Die Junge EVP forderte die Staatsanwaltschaften der Kantone Zürich und Bern am vergangenen Montag in einer Mitteilung zudem dazu auf, Strafverfahren gegen Lindemann und weitere Personen im Umfeld des Sängers zu eröffnen. Es solle abgeklärt werden, ob im Rahmen von Konzerten der Band in der Schweiz strafrechtlich relevante Taten begangen worden seien, wie die EVP mitteilte. Zuletzt spielte Rammstein Ende Mai 2022 im Zürcher Letzigrundstadion zwei Konzerte.
Störaktionen sind möglich
Auch das feministische Streikkollektiv Bern forderte zuletzt, der Konzert-Veranstalter müsse darauf verzichten, Rammstein eine weitere Plattform zu bieten. Über eine allfällige Aktion des Streikkollektivs vor dem Wankdorfstadion in Bern war vorerst nichts bekannt. Auch die Juso hat bis zum Freitag keine Protestaktion angekündigt.
An den beiden Konzerten werden insgesamt rund 80'000 Fans erwartet. Am Freitagabend gab die Stadtberner Sicherheitsdirektion gegenüber der Nachrichtenagentur Keystone-SDA bekannt, dass ein Gesuch für eine Aktion am Samstag «im Raum Wankdorf» gestellt wurde. Dieses sei bewilligt worden, hiess es weiter. Für den Sonntag sei der Sicherheitsdirektion nichts bekannt. Man halte es aber für möglich, dass es weitere, unangemeldete Störaktionen rund um die Rammstein-Konzerte geben könnte.

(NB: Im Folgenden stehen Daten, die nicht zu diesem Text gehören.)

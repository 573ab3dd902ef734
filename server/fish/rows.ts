import { type ExpressionBuilder, sql } from 'kysely';
import type { FishRow } from '../../shared/fish/contract';
import type { Database } from '../db/schema';
import type { RoomAsked } from '../scope';
import { speciesNames } from '../species';

/** `foreign`: ancestors too that are known from sheets of other fishrooms and have no life here. */
type Which = { ids?: string[]; colonyId?: string; living?: boolean; foreign?: boolean };

type Row = ExpressionBuilder<Database, 'fish'>;

/** The last thing found of a kind about a fish. */
const lastFinding = (eb: Row, kind: 'sex' | 'mark' | 'dominance') =>
  eb
    .selectFrom('finding')
    .whereRef('finding.roomId', '=', 'fish.roomId')
    .whereRef('finding.fishId', '=', 'fish.id')
    .where('finding.kind', '=', kind)
    .orderBy('finding.onDay', 'desc')
    .orderBy('finding.id', 'desc')
    .limit(1);

/** Fish as lists show them, by code; anonymous ones last. */
export async function fishRows(scope: RoomAsked, which: Which = {}): Promise<FishRow[]> {
  const { db, roomId } = scope;
  let query = db
    .selectFrom('fish')
    .leftJoin('strain', (join) =>
      join.onRef('strain.roomId', '=', 'fish.roomId').onRef('strain.id', '=', 'fish.strainId'),
    )
    .leftJoin('brood', (join) => join.onRef('brood.roomId', '=', 'fish.roomId').onRef('brood.id', '=', 'fish.broodId'))
    .leftJoin('fishExit', (join) =>
      join.onRef('fishExit.roomId', '=', 'fish.roomId').onRef('fishExit.fishId', '=', 'fish.id'),
    )
    .leftJoin('colonyMember', (join) =>
      join
        .onRef('colonyMember.roomId', '=', 'fish.roomId')
        .onRef('colonyMember.fishId', '=', 'fish.id')
        .on('colonyMember.untilDay', 'is', null),
    )
    .leftJoin('colony', (join) =>
      join.onRef('colony.roomId', '=', 'fish.roomId').onRef('colony.id', '=', 'colonyMember.colonyId'),
    )
    .leftJoin('stay as ownStay', (join) =>
      join
        .onRef('ownStay.roomId', '=', 'fish.roomId')
        .onRef('ownStay.fishId', '=', 'fish.id')
        .on('ownStay.untilDay', 'is', null),
    )
    .leftJoin('stay as colonyStay', (join) =>
      join
        .onRef('colonyStay.roomId', '=', 'fish.roomId')
        .onRef('colonyStay.colonyId', '=', 'colony.id')
        .on('colonyStay.untilDay', 'is', null),
    )
    .leftJoin('tank', (join) =>
      join
        .onRef('tank.roomId', '=', 'fish.roomId')
        .on(sql<boolean>`tank.id = coalesce(ownStay.tankId, colonyStay.tankId)`),
    )
    .where('fish.roomId', '=', roomId)
    .select((eb) => [
      'fish.id',
      'fish.version',
      'fish.code',
      'fish.strainId',
      'fish.keptAs',
      'fish.origin',
      'fish.bornOn',
      'fish.arrivedOn',
      'strain.code as strainCode',
      'strain.speciesId',
      'strain.scientificName as strainName',
      'brood.id as broodId',
      'brood.code as broodCode',
      'colony.id as colonyId',
      'colony.code as colonyCode',
      'tank.id as tankId',
      'tank.code as tankCode',
      'fishExit.kind as exitKind',
      'fishExit.onDay as exitOn',
      'fishExit.cause as exitCause',
      lastFinding(eb, 'sex').select('finding.value').as('sex'),
      lastFinding(eb, 'sex').select('finding.certain').as('sexCertain'),
      lastFinding(eb, 'mark').select('finding.value').as('mark'),
      lastFinding(eb, 'dominance').select('finding.value').as('dominance'),
      // Sample first, then its reading: joined, SQLite may walk every reading of the room for each fish.
      eb
        .selectFrom('lengthReading')
        .whereRef('lengthReading.roomId', '=', 'fish.roomId')
        .where('lengthReading.sampleId', '=', (inner) =>
          inner
            .selectFrom('lengthSample')
            .whereRef('lengthSample.roomId', '=', 'fish.roomId')
            .whereRef('lengthSample.fishId', '=', 'fish.id')
            .orderBy('lengthSample.onDay', 'desc')
            .orderBy('lengthSample.id', 'desc')
            .limit(1)
            .select('lengthSample.id'),
        )
        .orderBy('lengthReading.position')
        .limit(1)
        .select('lengthReading.lengthTenthsMm')
        .as('lastLengthTenthsMm'),
    ]);
  if (which.ids) query = query.where('fish.id', 'in', which.ids);
  if (which.colonyId) query = query.where('colonyMember.colonyId', '=', which.colonyId);
  if (which.living) query = query.where('fishExit.id', 'is', null);
  if (!which.ids && !which.foreign) query = query.where('fish.origin', '<>', 'imported');
  const rows = await query.orderBy(sql`fish.code is null`).orderBy('fish.code').orderBy('fish.id').execute();
  const nameOf = await speciesNames(scope);
  const place = (id: string | null, code: string | null) => (id && code ? { id, code } : null);
  return rows.map((row) => ({
    id: row.id,
    version: row.version,
    code: row.code,
    strainId: row.strainId,
    strainCode: row.strainCode,
    speciesId: row.speciesId,
    displayName: row.strainName ?? (row.speciesId ? nameOf(row.speciesId) : null),
    sex: sexOf(row.sex),
    sexCertain: row.sexCertain === 1,
    dominant: row.dominance === 'dominant' && !row.exitKind,
    mark: row.mark || null,
    keptAs: row.keptAs,
    origin: row.origin,
    bornOn: row.bornOn,
    arrivedOn: row.arrivedOn,
    brood: place(row.broodId, row.broodCode),
    colony: place(row.colonyId, row.colonyCode),
    tank: row.exitKind ? null : place(row.tankId, row.tankCode),
    exit: row.exitKind && row.exitOn ? { kind: row.exitKind, onDay: row.exitOn, cause: row.exitCause } : null,
    lastLengthTenthsMm: row.lastLengthTenthsMm,
  }));
}

const sexOf = (value: string | null): FishRow['sex'] => (value === 'male' || value === 'female' ? value : 'unknown');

Die Lagebeurteilung und die Planung eines entsprechenden Polizeiaufgebots erfolgen durch die Kantonspolizei Bern. Konzertveranstalter Gadget abc gab zudem im Vorfeld bekannt, dass ein Care-Team vor Ort sein werde, um für mehr Sicherheit zu sorgen – und gegebenenfalls Hilfe anzubieten. In der «Row Zero» werden sich in Bern gemäss dem Veranstalter zudem keine Konzertbesucherinnen und -besucher aufhalten.
Vorwürfe zurückgewiesen
Der angeschuldigte Rammstein-Frontsänger Lindemann hatte die Vorwürfe gegen ihn zuletzt zurückgewiesen. Diese seien ausnahmslos unwahr. Die Anwälte des Sängers hätten wegen sämtlicher Anschuldigungen dieser Art rechtliche Schritte gegen einzelne Personen eingeleitet.
Die Staatsanwaltschaft Berlin eröffnete derweil ein Ermittlungsverfahren gegen Lindemann. Dies sei aufgrund mehrerer Strafanzeigen und von Amts wegen erfolgt, teilte eine Sprecherin der Behörde am Mittwoch mit. Es handele sich um Anzeigen Dritter, nicht am etwaigen Tatgeschehen beteiligter Personen, hiess es von der Staatsanwaltschaft. Das Label Universal Music gab am Donnerstag bekannt, dass es die Marketing- und Werbeaktivitäten von Rammstein wegen der Vorwürfe gegen Lindemann ausgesetzt hat.